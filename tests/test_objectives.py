"""Choosing the cutoff by risk: ``[decision] objective`` = "mean", "p95" or "shortfall10".

The hand-made matrix is invented so that every answer can be read off by eye (common practice, no
source). The real history is the WTI big-move record of ``tests/realdata.py`` (arch's bundled
crude oil prices, an honest logistic forecast). Expected shortfall is checked against an
independent computation with ``numpy.sort``: the mean of the worst ceil(0.1 n) of n replicate
season costs, the empirical estimator of Acerbi and Tasche (2002), "On the coherence of expected
shortfall", J. Banking & Finance 26:1487-1503, for the conditional value at risk of Rockafellar and
Uryasev (2000), "Optimization of conditional value-at-risk", J. Risk 2:21-41.
"""

from __future__ import annotations

import dataclasses
import json
import math
from pathlib import Path

import numpy as np
import pytest

from realdata import wti_big_move
from simulator.pricing.costs import SeasonPricer
from simulator.pricing.decision import OBJECTIVES, decide, objective_cost, season_cost_columns, shortfall
from simulator.inputs.errors import InputError
from simulator.inputs.history import history_from_frame
from simulator.account.outputs import summary
from simulator.replay.resample import Resampler, season_calendar
from simulator.run import run, run_history
from simulator.inputs.scenario import read_scenario, scenario_from_text
from simulator.analysis.selection import SELECTION_STREAM, select_honestly

CUTOFFS = np.array([0.1, 0.2, 0.3, 0.4])
GOLDEN = Path(__file__).resolve().parent / "golden" / "single_site"


def _worst_tenth_mean(costs: np.ndarray) -> np.ndarray:
    """Independent expected shortfall per column: sort each column, average its top ceil(n/10)."""
    n = costs.shape[0]
    k = math.ceil(n / 10)  # integer arithmetic: no rounding question for whole n
    return np.sort(costs, axis=0)[n - k:].mean(axis=0)


def _first_lowest(values: np.ndarray) -> int:
    """The first index within a billionth (of the largest value) of the minimum."""
    return int(np.flatnonzero(values <= values.min() + 1e-9 * np.abs(values).max())[0])


# ------------------------------------------------------------------------------------------------
# a hand-made matrix


@pytest.fixture
def hand_made():
    """20 replicate seasons x 4 cutoffs, every value read off by eye.

    - 0.1: 100 in every season: mean 100, p95 100, shortfall 100;
    - 0.2: 80 in 18 seasons, 200 in 2: mean 92 (the lowest), p95 200, shortfall (worst 2) 200;
    - 0.3: 95 in 19 seasons, 99 in 1: mean 95.2, p95 95.2 (numpy's linear interpolation between
      the 19th and 20th of 20 sorted values, at 0.95 * 19 = 18.05; numpy.quantile documentation,
      method "linear"), shortfall (95 + 99) / 2 = 97;
    - 0.4: the same seasons as 0.3: every objective ties 0.3 and 0.4, and the tie goes to 0.3.
    The reference costs 98 in every season.
    """
    cost = np.empty((20, 4))
    cost[:, 0] = 100.0
    cost[:, 1] = 80.0
    cost[[3, 11], 1] = 200.0
    cost[:, 2] = 95.0
    cost[7, 2] = 99.0
    cost[:, 3] = cost[:, 2]
    return cost, np.full(20, 98.0)


def test_hand_made_matrix_by_eye(hand_made):
    cost, _ = hand_made
    columns = season_cost_columns(cost)
    np.testing.assert_allclose(columns["mean_cost"], [100, 92, 95.2, 95.2], rtol=1e-12)
    np.testing.assert_allclose(columns["p95_cost"], [100, 200, 95.2, 95.2], rtol=1e-12)
    np.testing.assert_allclose(columns["shortfall10_cost"], [100, 200, 97, 97], rtol=1e-12)


@pytest.mark.parametrize("objective, index, band, break_even", [
    ("mean", 1, (0.2, 0.2), [(0.2, 0.4)]),  # 92 is 3% below 95.2: alone within 1%
    ("p95", 2, (0.3, 0.4), [(0.3, 0.4)]),  # 200 > 98: 0.2 does not beat the reference by p95
    ("shortfall10", 2, (0.3, 0.4), [(0.3, 0.4)]),
])
def test_each_objective_chooses_its_own_lowest_and_ties_go_to_the_lower_cutoff(
        hand_made, rng, objective, index, band, break_even):
    decision = decide(*hand_made, CUTOFFS, seasons_per_history=5, rng=rng, objective=objective)
    assert decision.objective == objective
    assert decision.recommended_index == index
    assert decision.near_optimal_band == band
    assert decision.break_even == break_even
    assert decision.choices == {"mean": 1, "p95": 2, "shortfall10": 2}
    # cheaper than 98 in at least 95% of seasons: 0.3 and 0.4 only (0.2 loses in 2 seasons of 20)
    assert decision.confident_break_even == [(0.3, 0.4)]


@pytest.mark.parametrize("objective, cutoff", [("mean", 0.2), ("p95", 0.3), ("shortfall10", 0.3)])
def test_long_bootstrap_histories_choose_by_the_same_objective(hand_made, rng, objective, cutoff):
    # With 2,000 seasons a history, every bootstrap history agrees with the full replicate set:
    # 0.2's mean (92, sd 36 / sqrt(2000) = 0.8) stays below 95.2; its p95 and shortfall stay at 200.
    decision = decide(*hand_made, CUTOFFS, seasons_per_history=2000, rng=rng, objective=objective)
    assert decision.recommended_cutoff_interval == (cutoff, cutoff)


def test_shortfall_averages_the_worst_ceil_tenth():
    # 25 values: ceil(2.5) = 3 worst, 23 + 24 + 25 (common practice for the empirical estimator,
    # Acerbi and Tasche 2002); 30 values: 0.1 * 30 is 3.0000000000000004 in floating point, still 3
    assert shortfall(np.arange(1.0, 26.0)) == pytest.approx(24.0)
    assert shortfall(np.arange(1.0, 31.0)) == pytest.approx(29.0)
    values = np.random.default_rng(5).gamma(2.0, 1000.0, size=(997, 6))
    np.testing.assert_allclose(shortfall(values), _worst_tenth_mean(values), rtol=1e-12)
    np.testing.assert_allclose(objective_cost(values, "p95"), np.quantile(values, 0.95, axis=0), rtol=1e-12)


# ------------------------------------------------------------------------------------------------
# a real history


@pytest.fixture(scope="module")
def wti():
    return wti_big_move()


def _oil_scenario(objective: str, head: str = "", replicates: int = 400):
    """The oil desk's scenario (invented costs per trading day, in the default currency)."""
    return scenario_from_text(f"""name = "oil desk"
{head}[event]
name = "big move"
[decision]
objective = "{objective}"
[costs]
hit = 100
false_alarm = 400
miss = 1000
[simulation]
replicates = {replicates}
seed = 11
""")


def _oil_run(wti, objective: str):
    scenario = _oil_scenario(objective)
    return run_history(scenario, history_from_frame(wti, scenario))


@pytest.mark.parametrize("objective, column", [("p95", "p95_cost"), ("shortfall10", "shortfall10_cost")])
def test_a_risk_objective_picks_the_lowest_value_of_its_cutoffs_csv_column(wti, objective, column):
    result = _oil_run(wti, objective)
    table = result.table  # cutoffs.csv
    assert result.decision.recommended_index == _first_lowest(table[column].to_numpy())
    written = summary(result)
    assert written["objective"] == objective
    assert written["recommended_cutoff"] == written["objectives"][objective]["cutoff"]
    for name, col in (("mean", "mean_cost"), ("p95", "p95_cost"), ("shortfall10", "shortfall10_cost")):
        chosen = _first_lowest(table[col].to_numpy())
        entry = written["objectives"][name]
        assert entry["cutoff"] == table["cutoff"][chosen]
        assert entry == {"cutoff": entry["cutoff"], **{c: table[c][chosen] for c in
                                                       ("mean_cost", "p95_cost", "shortfall10_cost")}}


def test_shortfall10_cost_is_the_mean_of_the_worst_tenth_of_replicate_costs(wti):
    result = _oil_run(wti, "shortfall10")
    expected = _worst_tenth_mean(result.model_cost)  # 400 replicates: the worst 40 of each cutoff
    np.testing.assert_allclose(result.table["shortfall10_cost"].to_numpy(), expected, rtol=1e-12)


def test_on_this_history_the_risk_view_gives_up_some_mean_for_a_lighter_tail(wti):
    # what the objectives block is for: the risk choice costs more on average, less in bad seasons
    objectives = summary(_oil_run(wti, "shortfall10"))["objectives"]
    mean, tail = objectives["mean"], objectives["shortfall10"]
    assert tail["cutoff"] != mean["cutoff"]
    assert tail["mean_cost"] >= mean["mean_cost"] and tail["shortfall10_cost"] <= mean["shortfall10_cost"]


# ------------------------------------------------------------------------------------------------
# the mean is today's behaviour; the honest check follows the objective


def test_objective_mean_written_out_gives_the_golden_numbers(tmp_path):
    text = (GOLDEN / "plain.toml").read_text().replace('name = "wet day"\n',
                                                        'name = "wet day"\n\n[decision]\nobjective = "mean"\n')
    (tmp_path / "plain.toml").write_text(text)
    (tmp_path / "history.csv").write_bytes((GOLDEN / "history.csv").read_bytes())
    written = summary(run(read_scenario(tmp_path / "plain.toml")))
    golden = json.loads((GOLDEN / "plain.summary.json").read_text())
    for contents in (written, golden):
        contents["scenario"].pop("sha256")
    assert written == golden


@pytest.mark.parametrize("objective", OBJECTIVES)
def test_the_validation_check_chooses_on_training_replicates_by_the_objective(wti, objective):
    scenario = _oil_scenario(objective, head='[history]\nvalidation_from = "2016-01-01"\n')
    history = history_from_frame(wti, scenario)
    calendar = season_calendar(history, scenario.season)
    selection = select_honestly(history, calendar, scenario.cutoffs, scenario.costs, "never_act",
                                mean_block=5.0, window_days=10, seed=3, replicates=200,
                                walk_forward=False, objective=objective)
    # the training replicates, drawn and priced as the check draws them
    train = dataclasses.replace(history, evaluated=history.training,
                                validation=np.zeros_like(history.training))
    resampler = Resampler(train, calendar, 5.0, 10)
    pricer = SeasonPricer(train, scenario.cutoffs, scenario.costs)
    model = np.concatenate([pricer(rows).model for rows in resampler.blocks(3, 200, SELECTION_STREAM, 0)])
    value = {"mean": model.mean(axis=0), "p95": np.quantile(model, 0.95, axis=0),
             "shortfall10": _worst_tenth_mean(model)}[objective]
    assert selection.validation.chosen_cutoff == scenario.cutoffs[_first_lowest(value)]


def test_an_unknown_objective_is_one_line_naming_the_key(toml_text):
    text = toml_text(decision={"objective": "p90"})
    with pytest.raises(InputError) as caught:
        scenario_from_text(text, "risk.toml")
    message = str(caught.value)
    assert "\n" not in message
    assert message.startswith("risk.toml [decision] objective:")
    assert '"mean", "p95", "shortfall10"' in message and "'p90'" in message


# ------------------------------------------------------------------------------------------------
# what the reader sees


def _printed_headline(result) -> str:
    from rich.console import Console

    from simulator.account.terminal import _headline

    console = Console(width=200, record=True, file=open("/dev/null", "w"))
    console.print(_headline(result))
    return " ".join(console.export_text().replace("\u2502", " ").split())  # without the table's rules


def test_the_report_draws_the_trade_off_and_the_headline_names_a_risk_objective(wti):
    from simulator.account.report import render_report

    result = _oil_run(wti, "shortfall10")
    written = summary(result)
    files = render_report(result, written)
    assert files["figures/risk.png"].startswith(b"\x89PNG")
    page = files["report.html"].decode()
    mean, tail = written["objectives"]["mean"]["cutoff"], written["objectives"]["shortfall10"]["cutoff"]
    moved = f"would move the cutoff from {tail:.2f} to {mean:.2f}"
    assert '<section id="risk">' in page and moved in page
    printed = _printed_headline(result)
    assert "Chosen by the lowest mean cost of the worst 10% of seasons" in printed and moved in printed
    # cutoffs that beat the reference by the objective (said when none beat it in 95% of seasons)
    from simulator.account.findings import account

    beats = account({**written, "confident_break_even": []}).get("beats_reference")
    assert beats.text.endswith("(over the worst 10% of seasons; none in 95% of simulated seasons)")
    assert "Chosen by" not in _printed_headline(_oil_run(wti, "mean"))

§ Problem to work on
In the data above, how many lines contain the string "every"? Answer with the number only.

§ Reply to the exercise
6